I was never really that into tattoos and growing up, my parents always spoke really negatively about them. They said I would regret having tattoos when I got older and my skin got more wrinkled. It was kind of a silly reason to swear off tattoos, but I believed my parents for a long time until I was 18. I started wanting a tattoo because I realized that they had meaning. It was more than just permanent ink on your skin; it was memorable art.

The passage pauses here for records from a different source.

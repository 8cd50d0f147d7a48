"""The bundled reference sets of ``cationcalc check``: which published rows enter which set, and why.

* **gas-phase HIA** (absolute set, kcal/mol; ``data/gas_hydride_ion_affinities.csv``);
* **σ⁺ series** (correlation sets): HIA of para-substituted benzyl and cumyl
  cations against Brown–Okamoto σ⁺ (``data/sigma_plus.csv``), in the medium of
  the protocol (:data:`SIGMA_PLUS_MEDIUM`, ALPB(acetone), standing for the 90 %
  aqueous acetone in which σ⁺ was defined: ``sigma_benzyl_solution``,
  ``sigma_cumyl_solution``) and in the medium of the run (gas by default:
  ``sigma_benzyl``, ``sigma_cumyl``);
* **Mayr E** (correlation set, dichloromethane): HIA of the benzhydrylium
  ions in ALPB(dichloromethane) against their electrophilicity E
  (``data/mayr_electrophilicity.csv``);
* **pKR⁺** (correlation set, water): ΔG of R⁺ + OH⁻ → ROH in ALPB(water)
  against pKR⁺ (``data/pkr_plus.csv``);
* the cations of the trend checks (:data:`TREND_CATIONS`, :data:`ISOMERS`).

Each excluded row is kept with its reason (``ReferenceSet.excluded``).

Example
-------
>>> from cationcalc.checks.reference_sets import reference_sets
>>> sets = reference_sets()
>>> sets["gas_hia"].kind, len(sets["gas_hia"].entries) >= 10
('absolute', True)
>>> [e.name for e in sets["gas_hia"].excluded][:2]
['1-propyl (threshold ion)', '2-propyl (1979 value)']
>>> sets["sigma_benzyl"].expected_sign
1
>>> sets["sigma_benzyl_solution"].medium, sets["sigma_benzyl"].medium
('acetone', 'run')
"""

from __future__ import annotations

from dataclasses import asdict, dataclass

from rdkit import Chem

from cationcalc.chem.reference import load_table
from cationcalc.chem.species import carbocation
from cationcalc.trust.uncertainty import ANCHOR_SMILES

KEISTER_1993 = "Keister, J. W.; Riley, J. S.; Baer, T. J. Am. Chem. Soc. 1993, 115, 12613"
HOULE_1979 = "Houle, F. A.; Beauchamp, J. L. J. Am. Chem. Soc. 1979, 101, 4067"
#: the 2-propyl cation's heat of formation (iPEPICO; replaces the 1979 value)
IPEPICO_2010 = "J. Phys. Chem. A 2010, 114, 11285 (iPEPICO heat of formation of i-C3H7+)"
TORMA_2019 = "Torma, K. G.; Voronova, K.; Sztaray, B.; Bodi, A. J. Phys. Chem. A 2019, 123"
LIAS_1988 = "Lias, S. G. et al. J. Phys. Chem. Ref. Data 1988, 17, Suppl. 1"
BROWN_OKAMOTO = "Brown, H. C.; Okamoto, Y. J. Am. Chem. Soc. 1958, 80, 4979"


@dataclass(frozen=True)
class Entry:
    """One reference value: a cation, its experimental figure and where it comes from."""

    name: str
    smiles: str
    value: float
    source: str
    status: str = ""
    note: str = ""


@dataclass(frozen=True)
class ReferenceSet:
    """A bundled set of published values and how it is recomputed."""

    key: str
    title: str
    kind: str  #: 'absolute' (same quantity, kcal/mol) or 'correlation' (experiment vs a computed proxy)
    medium: str  #: 'run' (the solvent of the run, gas by default) or a fixed solvent
    experiment: str  #: label of the experimental quantity
    computed: str  #: label of the computed quantity
    expected_sign: int  #: sign of d(computed)/d(experiment)
    entries: tuple[Entry, ...]
    quick: tuple[str, ...]  #: names of the entries in the --quick subset
    excluded: tuple[Entry, ...] = ()  #: rows of the table left out (note = reason)
    note: str = ""


# ------------------------------------------------------------------ the sets

def _gas_hia_set() -> ReferenceSet:
    """Gas-phase HIA rows that enter statistics and calibration.

    Left out: tert-butyl (the anchor of the hydride exchange, exact by
    construction), superseded values (the 1979 tert-butyl and 2-propyl
    figures, each replaced by a threshold-coincidence value) and the threshold-ion rows
    (1-propyl, isobutyl, neopentyl: those cations are not minima).  Kept: the
    0 K photoionization onsets of benzyl and tropylium (they differ from 298 K
    values by 1–2 kcal/mol, far below the method error).  Every row's heats of
    formation were read in the cited source (rows resting on recalled values
    were dropped from the table).  A cation that relaxes to another
    structure at the level of the run is dropped from the statistics at run
    time and listed.
    """
    entries, excluded = [], []
    for row in load_table("gas_hydride_ion_affinities"):
        name, notes = row["name"], (row.get("notes") or "").lower()
        entry = Entry(name, row["cation_smiles"], float(row["hia_kcal_mol"]), row["source"], row["status"],
                      f"T = {row['T_K']} K" + (f"; {row['notes']}" if row.get("notes") else ""))
        if "threshold" in name or "not a minimum" in notes:
            excluded.append(Entry(**{**asdict(entry), "note": "threshold ion: not a minimum"}))
        elif "superseded" in notes:
            excluded.append(Entry(**{**asdict(entry), "note": "superseded value (a later measurement replaces it)"}))
        elif Chem.CanonSmiles(row["cation_smiles"]) == Chem.CanonSmiles(ANCHOR_SMILES):
            excluded.append(Entry(**{**asdict(entry), "note": "anchor of the hydride exchange (exact by construction)"}))
        else:
            entries.append(entry)
    return ReferenceSet(
        "gas_hia", "gas-phase hydride-ion affinity", "absolute", "run", "HIA_exp / kcal/mol", "HIA_calc / kcal/mol", 1,
        tuple(entries), ("methyl", "ethyl", "2-propyl", "allyl", "acetyl (ATcT-based acetaldehyde)",
                         "trifluoromethyl", "formyl HCO+", "benzyl (0 K, onset)", "tropylium (0 K, onset)"),
        tuple(excluded), "isodesmic hydride exchange against tert-butyl (236.7 kcal/mol, " + KEISTER_1993 + ")")


def cumyl_smiles(benzyl_cation_smiles: str) -> str:
    """The para-substituted cumyl cation that belongs to a benzyl cation (two methyls on the centre).

    >>> cumyl_smiles("COc1ccc([CH2+])cc1")
    'COc1ccc([C+](C)C)cc1'
    """
    cation = carbocation(benzyl_cation_smiles)
    mol = Chem.RWMol(Chem.MolFromSmiles(cation.smiles))
    centre = mol.GetAtomWithIdx(cation.centre)
    centre.SetNoImplicit(True)
    centre.SetNumExplicitHs(0)
    for _ in range(2):
        idx = mol.AddAtom(Chem.Atom("C"))
        mol.AddBond(cation.centre, idx, Chem.BondType.SINGLE)
    out = mol.GetMol()
    Chem.SanitizeMol(out)
    return Chem.MolToSmiles(out)


def alcohol_smiles(cation_smiles: str) -> str:
    """R–OH for a cation R⁺ (hydroxide added to the cationic carbon).

    >>> alcohol_smiles("[C+](c1ccccc1)(c1ccccc1)c1ccccc1")
    'OC(c1ccccc1)(c1ccccc1)c1ccccc1'
    """
    cation = carbocation(cation_smiles)
    mol = Chem.RWMol(Chem.MolFromSmiles(cation.smiles))
    centre = mol.GetAtomWithIdx(cation.centre)
    centre.SetFormalCharge(0)
    centre.SetNoImplicit(True)
    centre.SetNumExplicitHs(centre.GetTotalNumHs())
    idx = mol.AddAtom(Chem.Atom("O"))
    mol.AddBond(cation.centre, idx, Chem.BondType.SINGLE)
    out = mol.GetMol()
    Chem.SanitizeMol(out)
    return Chem.MolToSmiles(out)


#: The medium of the σ⁺ protocol sets.  σ⁺ was defined by the solvolysis of cumyl chlorides in 90 % aqueous
#: acetone (Brown–Okamoto 1958); ALPB has no parameters for the mixture, and ALPB(acetone) stands for it (the
#: mixture is 90 % acetone by volume and its dielectric constant, about 24, is near acetone's 20.7, far from
#: water's 78.4).  Measured with GFN2-xTB, default settings (benchmarks/sigma_plus_media.py, 9 para substituents):
#: r against σ⁺ gas / ALPB(acetone) / ALPB(water) = 0.947 / 0.953 / 0.953 for the benzyl cations and
#: 0.954 / 0.957 / 0.953 for the cumyl cations; acetone gives the best r of both series and, with water, a ρ⁺
#: nearer the solvolysis value than the gas phase.  4-F comes out destabilizing (HIA above the parent's) in every
#: medium: a GFN2-xTB error the medium does not repair.
SIGMA_PLUS_MEDIUM = "acetone"


def _sigma_sets() -> tuple[ReferenceSet, ...]:
    """σ⁺ against HIA: benzyl and cumyl cations in the protocol's medium, then in the medium of the run.

    The protocol sets (``*_solution``) are computed in :data:`SIGMA_PLUS_MEDIUM`
    whatever the run's solvent, as the Mayr and pKR⁺ sets are computed in
    the media of their measurements; the run-medium sets keep the gas-phase
    figure of a default run beside them.
    """
    rows = load_table("sigma_plus")
    benzyl = tuple(Entry(f"{r['substituent']}-benzyl", r["benzyl_cation_smiles"], float(r["sigma_plus"]), r["source"],
                         r["status"]) for r in rows)
    cumyl = tuple(Entry(f"{r['substituent']}-cumyl", cumyl_smiles(r["benzyl_cation_smiles"]), float(r["sigma_plus"]),
                        r["source"], r["status"], "σ⁺ was defined by the solvolysis of these cumyl chlorides")
                  for r in rows)
    note = ("slope in kcal/mol per σ⁺ unit; ρ⁺ = −slope/(2.303RT) on the log K scale of R–H + R0⁺ ⇌ R⁺ + R0–H "
            "(negative: donors stabilise the cation)")
    solution_note = (f"{note}; ALPB({SIGMA_PLUS_MEDIUM}) stands for the 90 % aqueous acetone of the σ⁺ definition "
                     "(the protocol's medium: best r of gas, acetone and water, benchmarks/sigma_plus_media.py)")
    medium = f"ALPB({SIGMA_PLUS_MEDIUM})"
    return (
        ReferenceSet("sigma_benzyl_solution", f"σ⁺ vs HIA in {medium}, para-substituted benzyl cations",
                     "correlation", SIGMA_PLUS_MEDIUM, "σ⁺ (Brown–Okamoto)", f"HIA_calc({medium}) / kcal/mol", 1,
                     benzyl, tuple(e.name for e in benzyl), note=solution_note),
        ReferenceSet("sigma_cumyl_solution", f"σ⁺ vs HIA in {medium}, para-substituted cumyl cations",
                     "correlation", SIGMA_PLUS_MEDIUM, "σ⁺ (Brown–Okamoto)", f"HIA_calc({medium}) / kcal/mol", 1,
                     cumyl, tuple(e.name for e in cumyl), note=solution_note),
        ReferenceSet("sigma_benzyl", "σ⁺ vs gas HIA, para-substituted benzyl cations", "correlation", "run",
                     "σ⁺ (Brown–Okamoto)", "HIA_calc / kcal/mol", 1, benzyl,
                     tuple(e.name for e in benzyl), note=note),
        ReferenceSet("sigma_cumyl", "σ⁺ vs gas HIA, para-substituted cumyl cations", "correlation", "run",
                     "σ⁺ (Brown–Okamoto)", "HIA_calc / kcal/mol", 1, cumyl,
                     (), note=note))


def _mayr_set() -> ReferenceSet:
    """Benzhydrylium ions only (the E scale is defined by them; Mayr et al. 2001).

    Tropylium and tritylium are left out: they are not benzhydrylium ions, and
    the note of the tritylium row says the Mayr–Patz relation does not hold
    for such bulky electrophiles.
    """
    entries, excluded = [], []
    for r in load_table("mayr_electrophilicity"):
        e = Entry(r["name"], r["cation_smiles"], float(r["E"]), r["source"], r["status"], r.get("notes", ""))
        if "[CH+]" in r["cation_smiles"] and r["name"].endswith("CH+"):
            entries.append(e)
        else:
            excluded.append(Entry(**{**asdict(e), "note": "not a benzhydrylium ion (the reference series of the E scale)"}))
    return ReferenceSet("mayr_E", "Mayr electrophilicity E vs HIA in dichloromethane", "correlation",
                        "dichloromethane", "E (Mayr, 20 °C, CH2Cl2)", "HIA_calc(CH2Cl2) / kcal/mol", 1,
                        tuple(entries), ("(ani)(Ph)CH+", "(tol)2CH+", "Ph2CH+"), tuple(excluded),
                        "HIA by hydride exchange with tert-butyl in ALPB(dichloromethane) (relative scale)")


def _pkr_set() -> ReferenceSet:
    """pKR⁺ in aqueous acid on the H_R scale (Deno et al. 1955 and the related rows).

    Left out: the 80:20 water–methanol value of 4,4'-dimethoxytrityl (another
    medium; the Deno value of the same cation is kept) and the polarographic
    pK' of tropylium (a kinetic, not a thermodynamic, value; the Doering–Knox
    value is kept).
    """
    entries, excluded = [], []
    for r in load_table("pkr_plus"):
        cond = r["conditions"].lower()
        e = Entry(r["name"], r["cation_smiles"], float(r["pKR"]), r["source"], r["status"], r["conditions"])
        if cond.startswith("aqueous acid, h_r") or cond.startswith("aqueous h2so4"):
            entries.append(e)
        else:
            excluded.append(Entry(**{**asdict(e), "note": f"other conditions ({r['conditions'][:60]})"}))
    return ReferenceSet("pkr", "pKR⁺ vs ΔG(R⁺ + OH⁻ → ROH) in water", "correlation", "water",
                        "pKR⁺ (aqueous acid, H_R)", "ΔG(R⁺ + OH⁻ → ROH)(water) / kcal/mol", 1,
                        tuple(entries), (), tuple(excluded),
                        "ALPB(water); pKR⁺ = ΔG(R⁺ + H₂O → ROH + H⁺)/(2.303RT), which differs from the computed "
                        "ΔG by a constant; ideal slope 2.303RT = 1.36 kcal/mol per pK unit")


def reference_sets() -> dict[str, ReferenceSet]:
    """All bundled reference sets by key, in report order."""
    return {s.key: s for s in (_gas_hia_set(), *_sigma_sets(), _mayr_set(), _pkr_set())}


#: species the trend checks need beyond the sets (name → cation SMILES)
TREND_CATIONS = {
    "methyl": "[CH3+]", "ethyl": "C[CH2+]", "2-propyl": "C[CH+]C", "tert-butyl": ANCHOR_SMILES,
    "1-phenylethyl": "C[CH+]c1ccccc1", "1-methylallyl": "C=C[CH+]C", "cumyl": "C[C+](C)c1ccccc1",
    "allyl": "C=C[CH2+]", "benzyl": "[CH2+]c1ccccc1", "vinyl": "C=[CH+]", "2-propenyl": "C=[C+]C",
    "phenyl": "[c+]1ccccc1",
}
#: isomer groups for aromatic stabilization: the aromatic ion first, then its isomers
ISOMERS = {
    "C7H7+": {"tropylium": "C1=CC=C[CH+]C=C1", "benzyl": "[CH2+]c1ccccc1", "4-methylphenyl": "Cc1cc[c+]cc1"},
    "C3H3+": {"cyclopropenylium": "[CH+]1C=C1", "propargyl": "C#C[CH2+]"},
}



__all__ = ["Entry", "ReferenceSet", "reference_sets", "SIGMA_PLUS_MEDIUM", "cumyl_smiles", "alcohol_smiles", "TREND_CATIONS", "ISOMERS",
           "ANCHOR_SMILES", "KEISTER_1993", "HOULE_1979", "IPEPICO_2010", "TORMA_2019", "LIAS_1988", "BROWN_OKAMOTO"]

Being a cancer survivor, I really wanted to do something to celebrate my achievement and honor those who were still battling cancer. Therefore, my first tattoo reads out “Hope” with a ribbon for the “o” on my ankle. The ribbon is lavender for Hodgkin’s Lymphoma, the type of cancer I battled. It took me a long time to pick out the design, but I ultimately decided on “hope” because hope was all I had at the time when I was fighting cancer. I was constantly hoping that my life would get better. I still sometimes look at my tattoo whenever I am going through a hard time to remind myself that it will get better.
I got my other tattooo last winter break. For about two years now, I have been struggling with severe depression and self-harm. I always hated to admit that I was having a hard time, so I hid my cuts and emotional baggage from almost everyone. I was ashamed that I had cut myself and worried that people would notice and think differently of me. I decided to get a tattoo that said “F;ghter” on my wrist where I used to cut myself. Now every time I feel like hurting myself, I can look down at my wrist and have a reminder that I am strong and can fight the urges. I put the semi-colon for the “i” in honor of suicide awareness.
My tattoos are so special to me and I do not regret them one bit. I am not planning on getting any more tattoos at the moment, but if I come up with something significant I will definitely get it tattooed. Personally, I think people’s tattoos should mean something to them. Tattoos are a great way to acknowledge life-changing events or just something important to you.